- _Data shown_:
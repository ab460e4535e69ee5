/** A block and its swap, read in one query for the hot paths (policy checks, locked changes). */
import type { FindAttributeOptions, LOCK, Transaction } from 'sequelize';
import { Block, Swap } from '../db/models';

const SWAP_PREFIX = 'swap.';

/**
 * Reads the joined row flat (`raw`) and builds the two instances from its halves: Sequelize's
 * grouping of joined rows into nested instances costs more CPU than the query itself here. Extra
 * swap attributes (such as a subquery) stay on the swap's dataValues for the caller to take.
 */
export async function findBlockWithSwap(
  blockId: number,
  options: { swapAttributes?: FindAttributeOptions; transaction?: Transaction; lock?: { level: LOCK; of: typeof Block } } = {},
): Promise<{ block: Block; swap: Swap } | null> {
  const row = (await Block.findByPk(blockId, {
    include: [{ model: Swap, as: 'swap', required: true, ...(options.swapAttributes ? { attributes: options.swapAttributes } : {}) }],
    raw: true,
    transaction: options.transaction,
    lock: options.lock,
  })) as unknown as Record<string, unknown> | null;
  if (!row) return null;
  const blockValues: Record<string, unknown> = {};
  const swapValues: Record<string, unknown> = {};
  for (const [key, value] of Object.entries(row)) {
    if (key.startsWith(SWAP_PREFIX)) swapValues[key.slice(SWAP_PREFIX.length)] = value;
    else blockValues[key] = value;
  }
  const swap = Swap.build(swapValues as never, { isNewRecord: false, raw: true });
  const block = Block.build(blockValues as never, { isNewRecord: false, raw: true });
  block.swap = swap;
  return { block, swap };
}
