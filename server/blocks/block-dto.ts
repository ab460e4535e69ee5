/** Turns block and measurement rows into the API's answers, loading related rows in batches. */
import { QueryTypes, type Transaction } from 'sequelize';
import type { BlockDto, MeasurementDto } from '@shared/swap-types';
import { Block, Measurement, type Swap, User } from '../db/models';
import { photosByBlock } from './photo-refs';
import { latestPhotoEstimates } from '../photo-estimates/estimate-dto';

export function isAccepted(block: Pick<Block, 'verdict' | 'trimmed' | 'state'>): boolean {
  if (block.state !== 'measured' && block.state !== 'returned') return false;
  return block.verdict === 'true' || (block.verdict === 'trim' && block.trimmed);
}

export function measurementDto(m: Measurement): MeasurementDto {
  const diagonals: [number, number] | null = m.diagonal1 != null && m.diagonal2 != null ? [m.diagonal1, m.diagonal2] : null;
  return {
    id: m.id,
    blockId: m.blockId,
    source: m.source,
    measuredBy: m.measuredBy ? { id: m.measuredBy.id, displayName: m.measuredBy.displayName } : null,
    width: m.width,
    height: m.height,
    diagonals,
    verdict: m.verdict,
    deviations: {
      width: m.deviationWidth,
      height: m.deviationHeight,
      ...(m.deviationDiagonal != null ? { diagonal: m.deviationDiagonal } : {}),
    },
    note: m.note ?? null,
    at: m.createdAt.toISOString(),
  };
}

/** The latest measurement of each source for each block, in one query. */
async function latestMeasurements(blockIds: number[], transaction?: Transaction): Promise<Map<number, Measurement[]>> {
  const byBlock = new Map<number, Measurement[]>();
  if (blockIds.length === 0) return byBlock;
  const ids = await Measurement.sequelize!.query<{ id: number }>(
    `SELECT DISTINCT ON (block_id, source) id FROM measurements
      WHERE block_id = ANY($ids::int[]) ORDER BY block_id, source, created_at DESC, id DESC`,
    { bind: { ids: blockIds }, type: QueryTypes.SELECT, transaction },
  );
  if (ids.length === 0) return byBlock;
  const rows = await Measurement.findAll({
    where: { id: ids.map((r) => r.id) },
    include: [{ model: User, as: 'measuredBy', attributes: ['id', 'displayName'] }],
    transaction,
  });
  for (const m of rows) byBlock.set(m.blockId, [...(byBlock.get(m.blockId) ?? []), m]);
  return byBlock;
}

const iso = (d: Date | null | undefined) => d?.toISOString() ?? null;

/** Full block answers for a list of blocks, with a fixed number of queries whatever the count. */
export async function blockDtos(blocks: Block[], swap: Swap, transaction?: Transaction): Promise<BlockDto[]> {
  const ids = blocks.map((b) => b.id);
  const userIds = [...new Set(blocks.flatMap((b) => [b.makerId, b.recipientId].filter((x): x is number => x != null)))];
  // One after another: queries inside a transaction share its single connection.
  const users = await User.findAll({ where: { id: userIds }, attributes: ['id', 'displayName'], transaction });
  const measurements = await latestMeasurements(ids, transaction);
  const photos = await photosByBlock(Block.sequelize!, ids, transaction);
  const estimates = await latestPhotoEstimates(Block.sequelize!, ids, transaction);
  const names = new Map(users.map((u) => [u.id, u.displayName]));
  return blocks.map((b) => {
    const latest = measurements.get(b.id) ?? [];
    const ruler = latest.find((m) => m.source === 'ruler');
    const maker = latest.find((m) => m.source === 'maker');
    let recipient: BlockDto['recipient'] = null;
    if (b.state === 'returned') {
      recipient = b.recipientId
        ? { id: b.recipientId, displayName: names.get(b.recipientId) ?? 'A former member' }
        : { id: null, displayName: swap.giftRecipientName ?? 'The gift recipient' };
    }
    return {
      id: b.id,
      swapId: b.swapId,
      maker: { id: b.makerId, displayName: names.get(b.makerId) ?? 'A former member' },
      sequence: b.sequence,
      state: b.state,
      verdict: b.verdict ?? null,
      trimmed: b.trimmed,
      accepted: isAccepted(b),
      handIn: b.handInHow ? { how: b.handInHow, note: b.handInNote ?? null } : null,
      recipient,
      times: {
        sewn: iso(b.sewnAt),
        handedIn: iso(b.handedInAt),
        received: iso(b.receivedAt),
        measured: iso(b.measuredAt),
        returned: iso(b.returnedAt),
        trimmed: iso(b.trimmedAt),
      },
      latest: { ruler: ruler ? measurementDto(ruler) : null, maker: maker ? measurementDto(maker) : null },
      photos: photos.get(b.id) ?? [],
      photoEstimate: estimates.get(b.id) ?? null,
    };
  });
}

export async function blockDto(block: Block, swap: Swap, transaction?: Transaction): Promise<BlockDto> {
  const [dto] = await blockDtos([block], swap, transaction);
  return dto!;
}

- _To do_: Give all of the material again, exactly.

- _Reply_:
repository ab460e4535e69ee5
/** A block and its swap, read in one query for the hot paths (policy checks, locked changes). */
import type { FindAttributeOptions, LOCK, Transaction } from 'sequelize';
import { Block, Swap } from '../db/models';

const SWAP_PREFIX = 'swap.';

/**
 * Reads the joined row flat (`raw`) and builds the two instances from its halves: Sequelize's
 * grouping of joined rows into nested instances costs more CPU than the query itself here. Extra
 * swap attributes (such as a subquery) stay on the swap's dataValues for the caller to take.
 */
export async function findBlockWithSwap(
  blockId: number,
  options: { swapAttributes?: FindAttributeOptions; transaction?: Transaction; lock?: { level: LOCK; of: typeof Block } } = {},
): Promise<{ block: Block; swap: Swap } | null> {
  const row = (await Block.findByPk(blockId, {
    include: [{ model: Swap, as: 'swap', required: true, ...(options.swapAttributes ? { attributes: options.swapAttributes } : {}) }],
    raw: true,
    transaction: options.transaction,
    lock: options.lock,
  })) as unknown as Record<string, unknown> | null;
  if (!row) return null;
  const blockValues: Record<string, unknown> = {};
  const swapValues: Record<string, unknown> = {};
  for (const [key, value] of Object.entries(row)) {
    if (key.startsWith(SWAP_PREFIX)) swapValues[key.slice(SWAP_PREFIX.length)] = value;
    else blockValues[key] = value;
  }
  const swap = Swap.build(swapValues as never, { isNewRecord: false, raw: true });
  const block = Block.build(blockValues as never, { isNewRecord: false, raw: true });
  block.swap = swap;
  return { block, swap };
}
filename server/blocks/block-dto.ts
repository ab460e4535e69ee5
/** Turns block and measurement rows into the API's answers, loading related rows in batches. */
import { QueryTypes, type Transaction } from 'sequelize';
import type { BlockDto, MeasurementDto } from '@shared/swap-types';
import { Block, Measurement, type Swap, User } from '../db/models';
import { photosByBlock } from './photo-refs';
import { latestPhotoEstimates } from '../photo-estimates/estimate-dto';

export function isAccepted(block: Pick<Block, 'verdict' | 'trimmed' | 'state'>): boolean {
  if (block.state !== 'measured' && block.state !== 'returned') return false;
  return block.verdict === 'true' || (block.verdict === 'trim' && block.trimmed);
}

export function measurementDto(m: Measurement): MeasurementDto {
  const diagonals: [number, number] | null = m.diagonal1 != null && m.diagonal2 != null ? [m.diagonal1, m.diagonal2] : null;
  return {
    id: m.id,
    blockId: m.blockId,
    source: m.source,
    measuredBy: m.measuredBy ? { id: m.measuredBy.id, displayName: m.measuredBy.displayName } : null,
    width: m.width,
    height: m.height,
    diagonals,
    verdict: m.verdict,
    deviations: {
      width: m.deviationWidth,
      height: m.deviationHeight,
      ...(m.deviationDiagonal != null ? { diagonal: m.deviationDiagonal } : {}),
    },
    note: m.note ?? null,
    at: m.createdAt.toISOString(),
  };
}

/** The latest measurement of each source for each block, in one query. */
async function latestMeasurements(blockIds: number[], transaction?: Transaction): Promise<Map<number, Measurement[]>> {
  const byBlock = new Map<number, Measurement[]>();
  if (blockIds.length === 0) return byBlock;
  const ids = await Measurement.sequelize!.query<{ id: number }>(
    `SELECT DISTINCT ON (block_id, source) id FROM measurements
      WHERE block_id = ANY($ids::int[]) ORDER BY block_id, source, created_at DESC, id DESC`,
    { bind: { ids: blockIds }, type: QueryTypes.SELECT, transaction },
  );
  if (ids.length === 0) return byBlock;
  const rows = await Measurement.findAll({
    where: { id: ids.map((r) => r.id) },
    include: [{ model: User, as: 'measuredBy', attributes: ['id', 'displayName'] }],
    transaction,
  });
  for (const m of rows) byBlock.set(m.blockId, [...(byBlock.get(m.blockId) ?? []), m]);
  return byBlock;
}

const iso = (d: Date | null | undefined) => d?.toISOString() ?? null;

/** Full block answers for a list of blocks, with a fixed number of queries whatever the count. */
export async function blockDtos(blocks: Block[], swap: Swap, transaction?: Transaction): Promise<BlockDto[]> {
  const ids = blocks.map((b) => b.id);
  const userIds = [...new Set(blocks.flatMap((b) => [b.makerId, b.recipientId].filter((x): x is number => x != null)))];
  // One after another: queries inside a transaction share its single connection.
  const users = await User.findAll({ where: { id: userIds }, attributes: ['id', 'displayName'], transaction });
  const measurements = await latestMeasurements(ids, transaction);
  const photos = await photosByBlock(Block.sequelize!, ids, transaction);
  const estimates = await latestPhotoEstimates(Block.sequelize!, ids, transaction);
  const names = new Map(users.map((u) => [u.id, u.displayName]));
  return blocks.map((b) => {
    const latest = measurements.get(b.id) ?? [];
    const ruler = latest.find((m) => m.source === 'ruler');
    const maker = latest.find((m) => m.source === 'maker');
    let recipient: BlockDto['recipient'] = null;
    if (b.state === 'returned') {
      recipient = b.recipientId
        ? { id: b.recipientId, displayName: names.get(b.recipientId) ?? 'A former member' }
        : { id: null, displayName: swap.giftRecipientName ?? 'The gift recipient' };
    }
    return {
      id: b.id,
      swapId: b.swapId,
      maker: { id: b.makerId, displayName: names.get(b.makerId) ?? 'A former member' },
      sequence: b.sequence,
      state: b.state,
      verdict: b.verdict ?? null,
      trimmed: b.trimmed,
      accepted: isAccepted(b),
      handIn: b.handInHow ? { how: b.handInHow, note: b.handInNote ?? null } : null,
      recipient,
      times: {
        sewn: iso(b.sewnAt),
        handedIn: iso(b.handedInAt),
        received: iso(b.receivedAt),
        measured: iso(b.measuredAt),
        returned: iso(b.returnedAt),
        trimmed: iso(b.trimmedAt),
      },
      latest: { ruler: ruler ? measurementDto(ruler) : null, maker: maker ? measurementDto(maker) : null },
      photos: photos.get(b.id) ?? [],
      photoEstimate: estimates.get(b.id) ?? null,
    };
  });
}

export async function blockDto(block: Block, swap: Swap, transaction?: Transaction): Promise<BlockDto> {
  const [dto] = await blockDtos([block], swap, transaction);
  return dto!;
}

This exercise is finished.